**WHAT IS NEEDED**:
What lines in the listing below hold the string "kelvinToMeV"? Please copy them out.

**DATA**:
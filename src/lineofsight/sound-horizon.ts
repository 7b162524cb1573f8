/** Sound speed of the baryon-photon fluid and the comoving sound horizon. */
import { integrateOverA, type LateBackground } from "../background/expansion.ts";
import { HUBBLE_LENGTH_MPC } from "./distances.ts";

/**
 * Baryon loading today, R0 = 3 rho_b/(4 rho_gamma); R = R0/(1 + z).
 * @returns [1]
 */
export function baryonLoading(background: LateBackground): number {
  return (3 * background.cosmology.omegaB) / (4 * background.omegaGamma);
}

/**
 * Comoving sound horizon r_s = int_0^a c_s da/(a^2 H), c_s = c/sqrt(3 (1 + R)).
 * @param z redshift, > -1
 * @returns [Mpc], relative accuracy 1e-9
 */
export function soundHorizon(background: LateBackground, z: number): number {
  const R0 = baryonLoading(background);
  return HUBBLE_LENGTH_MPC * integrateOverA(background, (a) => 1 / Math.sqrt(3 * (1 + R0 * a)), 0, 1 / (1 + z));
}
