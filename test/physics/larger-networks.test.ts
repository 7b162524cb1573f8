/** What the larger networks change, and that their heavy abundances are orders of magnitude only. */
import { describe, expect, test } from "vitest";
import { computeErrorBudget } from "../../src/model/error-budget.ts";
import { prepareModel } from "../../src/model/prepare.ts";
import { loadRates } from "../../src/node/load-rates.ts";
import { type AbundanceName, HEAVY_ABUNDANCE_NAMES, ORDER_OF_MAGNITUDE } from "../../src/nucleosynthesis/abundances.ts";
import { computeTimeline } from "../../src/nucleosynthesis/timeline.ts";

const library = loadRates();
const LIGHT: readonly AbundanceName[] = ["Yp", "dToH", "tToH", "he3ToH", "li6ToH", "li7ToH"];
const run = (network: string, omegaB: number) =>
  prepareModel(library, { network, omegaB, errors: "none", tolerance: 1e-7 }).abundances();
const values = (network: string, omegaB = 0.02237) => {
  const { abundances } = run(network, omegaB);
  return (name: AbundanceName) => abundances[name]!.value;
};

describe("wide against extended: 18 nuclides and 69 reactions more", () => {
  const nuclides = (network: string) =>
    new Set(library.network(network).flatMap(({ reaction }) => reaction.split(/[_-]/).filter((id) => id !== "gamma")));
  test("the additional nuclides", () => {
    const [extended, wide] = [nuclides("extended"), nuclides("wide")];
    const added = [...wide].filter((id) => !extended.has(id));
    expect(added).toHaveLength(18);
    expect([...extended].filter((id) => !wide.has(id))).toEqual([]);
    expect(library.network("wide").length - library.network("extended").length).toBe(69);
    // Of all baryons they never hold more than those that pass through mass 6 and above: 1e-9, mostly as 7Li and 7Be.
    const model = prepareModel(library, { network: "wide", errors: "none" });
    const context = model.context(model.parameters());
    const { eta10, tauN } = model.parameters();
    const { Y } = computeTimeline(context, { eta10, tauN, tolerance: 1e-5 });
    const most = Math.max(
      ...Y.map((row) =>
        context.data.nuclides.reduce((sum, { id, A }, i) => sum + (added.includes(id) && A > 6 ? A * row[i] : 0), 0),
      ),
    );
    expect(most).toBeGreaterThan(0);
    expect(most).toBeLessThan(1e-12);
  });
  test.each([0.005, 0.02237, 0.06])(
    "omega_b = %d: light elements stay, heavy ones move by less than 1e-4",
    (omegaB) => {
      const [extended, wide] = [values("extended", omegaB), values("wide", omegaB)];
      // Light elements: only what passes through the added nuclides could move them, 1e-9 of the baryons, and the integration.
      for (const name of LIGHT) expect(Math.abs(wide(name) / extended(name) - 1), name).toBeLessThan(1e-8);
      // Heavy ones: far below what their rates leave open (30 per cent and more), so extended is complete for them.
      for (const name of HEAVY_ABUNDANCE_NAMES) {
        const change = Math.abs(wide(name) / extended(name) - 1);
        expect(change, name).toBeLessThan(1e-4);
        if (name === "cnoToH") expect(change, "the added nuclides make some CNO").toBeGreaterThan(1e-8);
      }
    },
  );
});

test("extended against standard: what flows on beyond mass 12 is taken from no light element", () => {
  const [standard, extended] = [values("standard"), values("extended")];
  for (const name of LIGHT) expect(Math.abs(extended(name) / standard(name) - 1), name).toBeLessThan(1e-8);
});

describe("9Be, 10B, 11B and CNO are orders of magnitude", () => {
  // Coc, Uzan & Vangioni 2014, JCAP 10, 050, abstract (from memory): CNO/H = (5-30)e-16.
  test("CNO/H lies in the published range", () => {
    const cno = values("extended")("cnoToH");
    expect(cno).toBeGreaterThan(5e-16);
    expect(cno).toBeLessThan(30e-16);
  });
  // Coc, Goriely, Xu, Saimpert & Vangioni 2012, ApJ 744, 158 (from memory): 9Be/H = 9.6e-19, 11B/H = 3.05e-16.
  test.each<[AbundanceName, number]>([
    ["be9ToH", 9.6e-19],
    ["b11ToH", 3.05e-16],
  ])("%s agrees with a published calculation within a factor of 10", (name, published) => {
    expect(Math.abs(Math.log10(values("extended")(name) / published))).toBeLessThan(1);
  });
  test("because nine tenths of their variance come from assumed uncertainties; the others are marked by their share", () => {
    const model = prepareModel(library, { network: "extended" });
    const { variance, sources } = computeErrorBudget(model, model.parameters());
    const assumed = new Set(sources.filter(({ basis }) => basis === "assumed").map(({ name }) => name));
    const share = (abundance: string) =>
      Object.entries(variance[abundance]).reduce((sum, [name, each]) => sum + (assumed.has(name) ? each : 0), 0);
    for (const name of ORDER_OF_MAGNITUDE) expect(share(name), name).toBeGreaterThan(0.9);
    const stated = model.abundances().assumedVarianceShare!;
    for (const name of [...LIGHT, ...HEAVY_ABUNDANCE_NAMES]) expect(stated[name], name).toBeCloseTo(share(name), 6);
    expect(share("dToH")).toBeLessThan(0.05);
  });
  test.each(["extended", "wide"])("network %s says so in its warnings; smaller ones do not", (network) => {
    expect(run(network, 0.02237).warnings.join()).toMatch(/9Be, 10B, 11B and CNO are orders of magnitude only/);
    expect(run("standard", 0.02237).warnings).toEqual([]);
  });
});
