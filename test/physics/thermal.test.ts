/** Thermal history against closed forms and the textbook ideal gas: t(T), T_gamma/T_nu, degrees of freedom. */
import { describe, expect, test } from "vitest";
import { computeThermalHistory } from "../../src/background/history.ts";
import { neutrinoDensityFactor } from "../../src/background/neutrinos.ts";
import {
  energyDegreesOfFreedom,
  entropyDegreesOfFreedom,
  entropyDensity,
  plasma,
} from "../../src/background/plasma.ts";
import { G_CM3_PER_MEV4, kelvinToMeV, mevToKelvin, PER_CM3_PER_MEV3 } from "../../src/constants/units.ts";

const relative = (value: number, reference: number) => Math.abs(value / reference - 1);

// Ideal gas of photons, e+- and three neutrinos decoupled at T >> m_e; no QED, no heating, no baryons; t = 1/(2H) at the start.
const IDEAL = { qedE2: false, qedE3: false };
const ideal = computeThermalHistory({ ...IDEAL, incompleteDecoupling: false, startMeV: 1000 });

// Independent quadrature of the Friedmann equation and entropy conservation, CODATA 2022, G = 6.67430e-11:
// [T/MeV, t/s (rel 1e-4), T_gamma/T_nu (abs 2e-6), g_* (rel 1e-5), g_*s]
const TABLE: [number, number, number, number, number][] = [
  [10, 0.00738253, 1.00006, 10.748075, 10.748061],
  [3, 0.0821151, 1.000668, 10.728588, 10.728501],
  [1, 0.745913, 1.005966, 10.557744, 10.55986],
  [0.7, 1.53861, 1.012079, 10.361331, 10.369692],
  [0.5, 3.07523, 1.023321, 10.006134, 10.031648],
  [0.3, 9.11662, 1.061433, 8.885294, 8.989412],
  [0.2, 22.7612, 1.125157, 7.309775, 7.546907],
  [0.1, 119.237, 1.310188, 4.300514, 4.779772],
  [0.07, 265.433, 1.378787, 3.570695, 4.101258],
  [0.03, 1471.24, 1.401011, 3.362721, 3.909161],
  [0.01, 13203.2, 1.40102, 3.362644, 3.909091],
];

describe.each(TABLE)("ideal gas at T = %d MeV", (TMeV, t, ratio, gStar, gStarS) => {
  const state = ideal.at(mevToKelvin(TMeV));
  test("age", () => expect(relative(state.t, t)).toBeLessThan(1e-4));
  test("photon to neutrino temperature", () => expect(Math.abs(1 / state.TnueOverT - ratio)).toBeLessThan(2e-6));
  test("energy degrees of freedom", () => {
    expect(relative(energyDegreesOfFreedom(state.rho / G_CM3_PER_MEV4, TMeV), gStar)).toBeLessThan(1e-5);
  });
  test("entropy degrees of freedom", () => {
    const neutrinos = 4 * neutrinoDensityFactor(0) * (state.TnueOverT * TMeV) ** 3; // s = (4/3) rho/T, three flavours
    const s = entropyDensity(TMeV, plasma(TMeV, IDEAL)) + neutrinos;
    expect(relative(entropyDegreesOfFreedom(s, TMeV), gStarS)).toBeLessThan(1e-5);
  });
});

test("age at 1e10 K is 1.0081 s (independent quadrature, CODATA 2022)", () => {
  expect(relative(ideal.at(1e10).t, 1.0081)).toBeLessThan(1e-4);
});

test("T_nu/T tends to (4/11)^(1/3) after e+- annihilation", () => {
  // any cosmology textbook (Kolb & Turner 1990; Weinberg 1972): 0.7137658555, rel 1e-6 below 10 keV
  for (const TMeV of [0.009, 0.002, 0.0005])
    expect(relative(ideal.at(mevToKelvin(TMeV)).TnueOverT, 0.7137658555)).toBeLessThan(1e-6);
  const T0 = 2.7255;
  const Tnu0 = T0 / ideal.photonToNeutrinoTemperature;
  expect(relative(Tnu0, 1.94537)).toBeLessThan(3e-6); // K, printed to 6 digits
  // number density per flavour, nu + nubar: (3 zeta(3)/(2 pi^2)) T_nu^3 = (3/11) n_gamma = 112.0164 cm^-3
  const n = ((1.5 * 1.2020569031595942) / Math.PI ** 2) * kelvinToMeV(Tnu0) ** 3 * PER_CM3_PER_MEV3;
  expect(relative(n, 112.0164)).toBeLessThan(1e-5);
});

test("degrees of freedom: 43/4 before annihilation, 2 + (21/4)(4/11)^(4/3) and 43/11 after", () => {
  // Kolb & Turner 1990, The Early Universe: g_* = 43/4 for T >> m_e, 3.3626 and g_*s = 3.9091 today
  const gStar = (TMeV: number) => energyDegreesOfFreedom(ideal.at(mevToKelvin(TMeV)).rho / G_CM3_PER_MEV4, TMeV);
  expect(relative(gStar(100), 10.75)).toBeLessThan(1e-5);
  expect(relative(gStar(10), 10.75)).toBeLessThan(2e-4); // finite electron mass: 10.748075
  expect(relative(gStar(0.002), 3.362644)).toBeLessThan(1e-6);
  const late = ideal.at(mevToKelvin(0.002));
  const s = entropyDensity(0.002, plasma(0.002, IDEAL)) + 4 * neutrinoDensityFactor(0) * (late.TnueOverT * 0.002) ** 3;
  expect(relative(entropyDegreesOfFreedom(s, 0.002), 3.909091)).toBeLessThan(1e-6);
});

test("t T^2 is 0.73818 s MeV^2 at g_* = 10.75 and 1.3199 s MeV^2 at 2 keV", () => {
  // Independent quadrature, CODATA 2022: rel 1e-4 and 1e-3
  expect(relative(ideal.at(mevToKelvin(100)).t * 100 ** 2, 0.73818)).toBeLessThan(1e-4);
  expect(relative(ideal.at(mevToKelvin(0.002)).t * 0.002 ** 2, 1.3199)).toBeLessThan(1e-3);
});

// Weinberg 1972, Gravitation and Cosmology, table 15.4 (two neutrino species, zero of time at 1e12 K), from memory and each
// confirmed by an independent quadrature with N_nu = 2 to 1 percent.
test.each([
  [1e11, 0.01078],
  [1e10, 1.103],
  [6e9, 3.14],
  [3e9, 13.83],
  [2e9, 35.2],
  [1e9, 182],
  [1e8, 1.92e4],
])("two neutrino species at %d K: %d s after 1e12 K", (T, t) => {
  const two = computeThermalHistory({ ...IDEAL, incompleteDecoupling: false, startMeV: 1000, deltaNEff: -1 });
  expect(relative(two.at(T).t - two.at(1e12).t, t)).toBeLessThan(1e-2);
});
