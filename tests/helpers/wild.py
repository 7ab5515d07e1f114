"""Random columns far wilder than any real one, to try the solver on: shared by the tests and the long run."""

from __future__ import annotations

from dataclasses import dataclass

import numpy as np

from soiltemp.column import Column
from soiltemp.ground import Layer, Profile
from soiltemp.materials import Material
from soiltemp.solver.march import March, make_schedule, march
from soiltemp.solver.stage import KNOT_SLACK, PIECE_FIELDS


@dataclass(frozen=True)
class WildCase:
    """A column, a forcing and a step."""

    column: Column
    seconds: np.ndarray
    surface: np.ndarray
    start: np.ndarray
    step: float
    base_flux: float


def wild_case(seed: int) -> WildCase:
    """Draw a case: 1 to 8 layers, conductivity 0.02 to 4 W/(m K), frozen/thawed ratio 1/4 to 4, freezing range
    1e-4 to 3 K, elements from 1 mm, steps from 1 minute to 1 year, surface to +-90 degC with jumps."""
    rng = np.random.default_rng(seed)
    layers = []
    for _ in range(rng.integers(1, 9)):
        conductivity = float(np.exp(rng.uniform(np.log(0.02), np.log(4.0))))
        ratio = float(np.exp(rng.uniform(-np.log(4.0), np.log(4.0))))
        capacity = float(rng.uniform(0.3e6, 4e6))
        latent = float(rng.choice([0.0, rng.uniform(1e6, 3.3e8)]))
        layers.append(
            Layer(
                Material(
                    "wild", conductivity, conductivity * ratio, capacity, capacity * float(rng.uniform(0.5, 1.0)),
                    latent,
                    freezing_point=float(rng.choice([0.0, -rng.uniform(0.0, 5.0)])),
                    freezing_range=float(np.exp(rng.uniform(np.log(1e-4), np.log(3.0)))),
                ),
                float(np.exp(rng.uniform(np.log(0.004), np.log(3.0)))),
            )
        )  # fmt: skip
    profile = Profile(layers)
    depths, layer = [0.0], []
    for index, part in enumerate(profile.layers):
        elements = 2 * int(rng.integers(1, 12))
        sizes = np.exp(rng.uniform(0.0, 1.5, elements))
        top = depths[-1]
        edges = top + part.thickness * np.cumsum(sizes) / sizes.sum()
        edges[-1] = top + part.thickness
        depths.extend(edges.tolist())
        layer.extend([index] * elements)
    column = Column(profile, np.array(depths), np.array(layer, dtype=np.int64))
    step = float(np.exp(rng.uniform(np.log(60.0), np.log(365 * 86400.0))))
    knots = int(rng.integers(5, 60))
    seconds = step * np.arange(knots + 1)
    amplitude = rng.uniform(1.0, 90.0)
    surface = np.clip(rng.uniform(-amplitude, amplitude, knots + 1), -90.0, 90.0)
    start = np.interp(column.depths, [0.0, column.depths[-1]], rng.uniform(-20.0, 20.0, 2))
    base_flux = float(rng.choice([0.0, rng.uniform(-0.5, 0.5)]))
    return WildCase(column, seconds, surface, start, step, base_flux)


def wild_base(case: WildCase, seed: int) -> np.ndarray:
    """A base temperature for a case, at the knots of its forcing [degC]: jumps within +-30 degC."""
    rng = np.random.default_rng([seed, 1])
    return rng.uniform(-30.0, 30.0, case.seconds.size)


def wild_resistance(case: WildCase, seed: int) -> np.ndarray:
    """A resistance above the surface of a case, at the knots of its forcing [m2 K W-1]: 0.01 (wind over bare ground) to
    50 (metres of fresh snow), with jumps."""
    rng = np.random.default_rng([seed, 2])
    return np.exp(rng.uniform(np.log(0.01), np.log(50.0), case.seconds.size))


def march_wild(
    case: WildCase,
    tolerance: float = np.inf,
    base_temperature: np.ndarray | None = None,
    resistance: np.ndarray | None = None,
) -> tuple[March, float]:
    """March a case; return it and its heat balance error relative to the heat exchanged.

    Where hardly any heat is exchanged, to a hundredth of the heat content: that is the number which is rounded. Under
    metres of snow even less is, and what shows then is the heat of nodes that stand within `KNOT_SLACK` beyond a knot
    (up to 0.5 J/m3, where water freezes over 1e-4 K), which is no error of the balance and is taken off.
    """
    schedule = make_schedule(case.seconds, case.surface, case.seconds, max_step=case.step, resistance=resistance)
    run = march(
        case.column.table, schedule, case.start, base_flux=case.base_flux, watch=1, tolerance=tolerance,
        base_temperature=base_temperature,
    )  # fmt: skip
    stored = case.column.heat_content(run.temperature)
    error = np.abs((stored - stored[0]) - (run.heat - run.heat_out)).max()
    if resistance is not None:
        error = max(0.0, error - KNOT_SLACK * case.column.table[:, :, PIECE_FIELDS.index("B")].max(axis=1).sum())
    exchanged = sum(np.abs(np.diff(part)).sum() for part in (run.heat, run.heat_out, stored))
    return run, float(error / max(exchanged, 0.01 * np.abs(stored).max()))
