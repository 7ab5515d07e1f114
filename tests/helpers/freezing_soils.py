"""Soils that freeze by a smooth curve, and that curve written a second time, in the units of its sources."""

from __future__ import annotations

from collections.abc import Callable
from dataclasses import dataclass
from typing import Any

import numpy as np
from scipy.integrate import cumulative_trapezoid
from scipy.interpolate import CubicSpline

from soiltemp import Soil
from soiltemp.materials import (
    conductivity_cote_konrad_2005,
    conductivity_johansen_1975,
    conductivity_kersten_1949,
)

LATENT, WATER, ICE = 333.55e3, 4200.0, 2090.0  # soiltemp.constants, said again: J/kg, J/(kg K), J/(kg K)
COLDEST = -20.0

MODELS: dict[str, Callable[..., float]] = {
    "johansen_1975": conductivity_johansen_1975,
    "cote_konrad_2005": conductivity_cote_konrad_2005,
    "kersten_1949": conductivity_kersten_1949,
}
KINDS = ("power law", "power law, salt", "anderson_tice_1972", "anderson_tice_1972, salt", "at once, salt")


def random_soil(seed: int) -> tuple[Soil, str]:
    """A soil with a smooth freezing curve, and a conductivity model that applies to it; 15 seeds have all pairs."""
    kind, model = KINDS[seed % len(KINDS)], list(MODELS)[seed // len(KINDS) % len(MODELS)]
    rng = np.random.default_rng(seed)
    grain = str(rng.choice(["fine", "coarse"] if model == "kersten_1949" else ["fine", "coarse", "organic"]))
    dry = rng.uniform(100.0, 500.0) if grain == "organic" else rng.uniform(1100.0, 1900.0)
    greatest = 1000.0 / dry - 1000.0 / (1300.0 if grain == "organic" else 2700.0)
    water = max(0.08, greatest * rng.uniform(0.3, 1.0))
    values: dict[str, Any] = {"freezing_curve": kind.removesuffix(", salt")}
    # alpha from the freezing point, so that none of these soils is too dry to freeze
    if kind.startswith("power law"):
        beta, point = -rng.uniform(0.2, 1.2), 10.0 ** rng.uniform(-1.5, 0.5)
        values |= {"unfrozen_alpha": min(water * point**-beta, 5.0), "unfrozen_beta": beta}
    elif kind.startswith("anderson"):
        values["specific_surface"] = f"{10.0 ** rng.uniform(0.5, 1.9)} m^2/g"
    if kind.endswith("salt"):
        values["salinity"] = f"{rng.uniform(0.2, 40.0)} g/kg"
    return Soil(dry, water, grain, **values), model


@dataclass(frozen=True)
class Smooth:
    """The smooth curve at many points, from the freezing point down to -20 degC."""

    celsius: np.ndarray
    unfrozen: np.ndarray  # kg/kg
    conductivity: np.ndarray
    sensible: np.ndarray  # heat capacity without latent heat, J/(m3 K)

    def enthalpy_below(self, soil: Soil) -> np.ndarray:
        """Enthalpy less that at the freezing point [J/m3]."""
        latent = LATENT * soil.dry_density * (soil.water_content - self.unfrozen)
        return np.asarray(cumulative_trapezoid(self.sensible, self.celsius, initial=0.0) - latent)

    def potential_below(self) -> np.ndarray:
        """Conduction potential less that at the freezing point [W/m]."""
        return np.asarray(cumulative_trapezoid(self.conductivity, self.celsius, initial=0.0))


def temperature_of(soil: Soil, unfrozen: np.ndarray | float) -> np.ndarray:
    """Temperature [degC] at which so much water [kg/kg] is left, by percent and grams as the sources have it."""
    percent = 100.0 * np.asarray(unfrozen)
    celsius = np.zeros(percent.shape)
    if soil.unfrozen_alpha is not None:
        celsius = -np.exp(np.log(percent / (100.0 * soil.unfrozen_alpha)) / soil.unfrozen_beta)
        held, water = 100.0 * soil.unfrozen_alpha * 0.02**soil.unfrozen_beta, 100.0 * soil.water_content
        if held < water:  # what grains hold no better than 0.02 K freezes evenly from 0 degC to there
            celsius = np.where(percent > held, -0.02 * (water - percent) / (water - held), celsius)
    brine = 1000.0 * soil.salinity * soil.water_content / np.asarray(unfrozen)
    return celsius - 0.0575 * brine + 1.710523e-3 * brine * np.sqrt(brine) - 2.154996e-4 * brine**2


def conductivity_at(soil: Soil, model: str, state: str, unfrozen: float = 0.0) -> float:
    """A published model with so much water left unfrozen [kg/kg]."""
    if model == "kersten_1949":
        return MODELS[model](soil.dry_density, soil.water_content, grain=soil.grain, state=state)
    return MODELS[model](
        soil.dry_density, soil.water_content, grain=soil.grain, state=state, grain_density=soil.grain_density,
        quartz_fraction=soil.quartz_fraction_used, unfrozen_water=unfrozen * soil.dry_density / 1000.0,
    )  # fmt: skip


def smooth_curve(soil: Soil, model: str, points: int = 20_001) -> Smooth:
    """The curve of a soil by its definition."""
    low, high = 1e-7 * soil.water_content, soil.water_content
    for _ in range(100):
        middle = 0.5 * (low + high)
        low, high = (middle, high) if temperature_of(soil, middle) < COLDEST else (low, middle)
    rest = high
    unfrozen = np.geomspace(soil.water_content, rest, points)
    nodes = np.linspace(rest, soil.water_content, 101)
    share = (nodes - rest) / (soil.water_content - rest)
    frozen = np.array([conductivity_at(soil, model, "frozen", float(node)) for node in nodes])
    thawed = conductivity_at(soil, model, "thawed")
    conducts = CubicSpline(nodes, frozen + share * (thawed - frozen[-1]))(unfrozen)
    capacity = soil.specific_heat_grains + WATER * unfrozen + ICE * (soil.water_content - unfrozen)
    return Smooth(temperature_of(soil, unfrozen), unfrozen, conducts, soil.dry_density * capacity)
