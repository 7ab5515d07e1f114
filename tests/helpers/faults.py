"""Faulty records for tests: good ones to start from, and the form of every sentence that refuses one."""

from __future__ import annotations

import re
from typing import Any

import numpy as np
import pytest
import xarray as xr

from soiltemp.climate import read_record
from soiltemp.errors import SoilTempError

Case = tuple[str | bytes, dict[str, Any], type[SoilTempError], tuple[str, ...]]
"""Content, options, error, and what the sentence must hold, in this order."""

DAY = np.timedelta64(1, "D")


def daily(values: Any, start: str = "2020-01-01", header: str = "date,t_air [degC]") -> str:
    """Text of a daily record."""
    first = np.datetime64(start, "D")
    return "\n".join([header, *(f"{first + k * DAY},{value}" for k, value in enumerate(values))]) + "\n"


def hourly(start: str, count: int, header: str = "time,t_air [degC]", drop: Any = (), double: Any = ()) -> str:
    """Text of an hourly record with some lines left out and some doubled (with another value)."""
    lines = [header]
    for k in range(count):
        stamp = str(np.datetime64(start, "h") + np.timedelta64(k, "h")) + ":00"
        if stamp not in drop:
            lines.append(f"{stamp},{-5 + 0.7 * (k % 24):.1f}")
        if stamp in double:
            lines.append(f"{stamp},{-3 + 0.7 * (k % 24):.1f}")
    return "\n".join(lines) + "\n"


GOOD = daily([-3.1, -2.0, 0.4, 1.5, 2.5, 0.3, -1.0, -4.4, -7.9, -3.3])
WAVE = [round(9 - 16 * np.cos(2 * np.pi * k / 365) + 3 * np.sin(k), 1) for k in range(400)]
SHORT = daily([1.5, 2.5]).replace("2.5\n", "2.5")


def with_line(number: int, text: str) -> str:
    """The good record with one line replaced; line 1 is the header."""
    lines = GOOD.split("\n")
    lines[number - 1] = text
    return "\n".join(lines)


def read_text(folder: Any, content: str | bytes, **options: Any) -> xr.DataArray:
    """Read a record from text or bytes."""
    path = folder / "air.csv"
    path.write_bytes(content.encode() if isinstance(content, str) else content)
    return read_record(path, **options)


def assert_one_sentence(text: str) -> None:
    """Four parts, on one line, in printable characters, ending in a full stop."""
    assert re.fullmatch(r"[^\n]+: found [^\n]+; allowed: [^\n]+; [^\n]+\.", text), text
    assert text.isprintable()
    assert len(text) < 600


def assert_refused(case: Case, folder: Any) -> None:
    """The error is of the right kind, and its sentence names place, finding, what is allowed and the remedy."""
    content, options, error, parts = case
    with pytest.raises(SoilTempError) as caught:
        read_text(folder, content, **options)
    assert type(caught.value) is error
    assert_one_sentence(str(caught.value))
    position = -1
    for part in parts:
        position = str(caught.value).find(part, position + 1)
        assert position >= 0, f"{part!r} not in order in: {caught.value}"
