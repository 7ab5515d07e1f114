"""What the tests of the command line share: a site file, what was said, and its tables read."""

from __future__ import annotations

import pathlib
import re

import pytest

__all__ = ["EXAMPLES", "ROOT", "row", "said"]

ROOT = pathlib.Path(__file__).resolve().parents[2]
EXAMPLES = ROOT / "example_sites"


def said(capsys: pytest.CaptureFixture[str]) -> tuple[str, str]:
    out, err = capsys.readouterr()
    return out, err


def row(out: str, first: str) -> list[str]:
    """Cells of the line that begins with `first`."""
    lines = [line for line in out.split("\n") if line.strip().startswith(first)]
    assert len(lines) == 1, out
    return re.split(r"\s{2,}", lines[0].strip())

**SOLUTION BELOW**:
import { G_CM3_PER_MEV4, kelvinToMeV, mevToKelvin, PER_CM3_PER_MEV3 } from "../../src/constants/units.ts";
  const n = ((1.5 * 1.2020569031595942) / Math.PI ** 2) * kelvinToMeV(Tnu0) ** 3 * PER_CM3_PER_MEV3;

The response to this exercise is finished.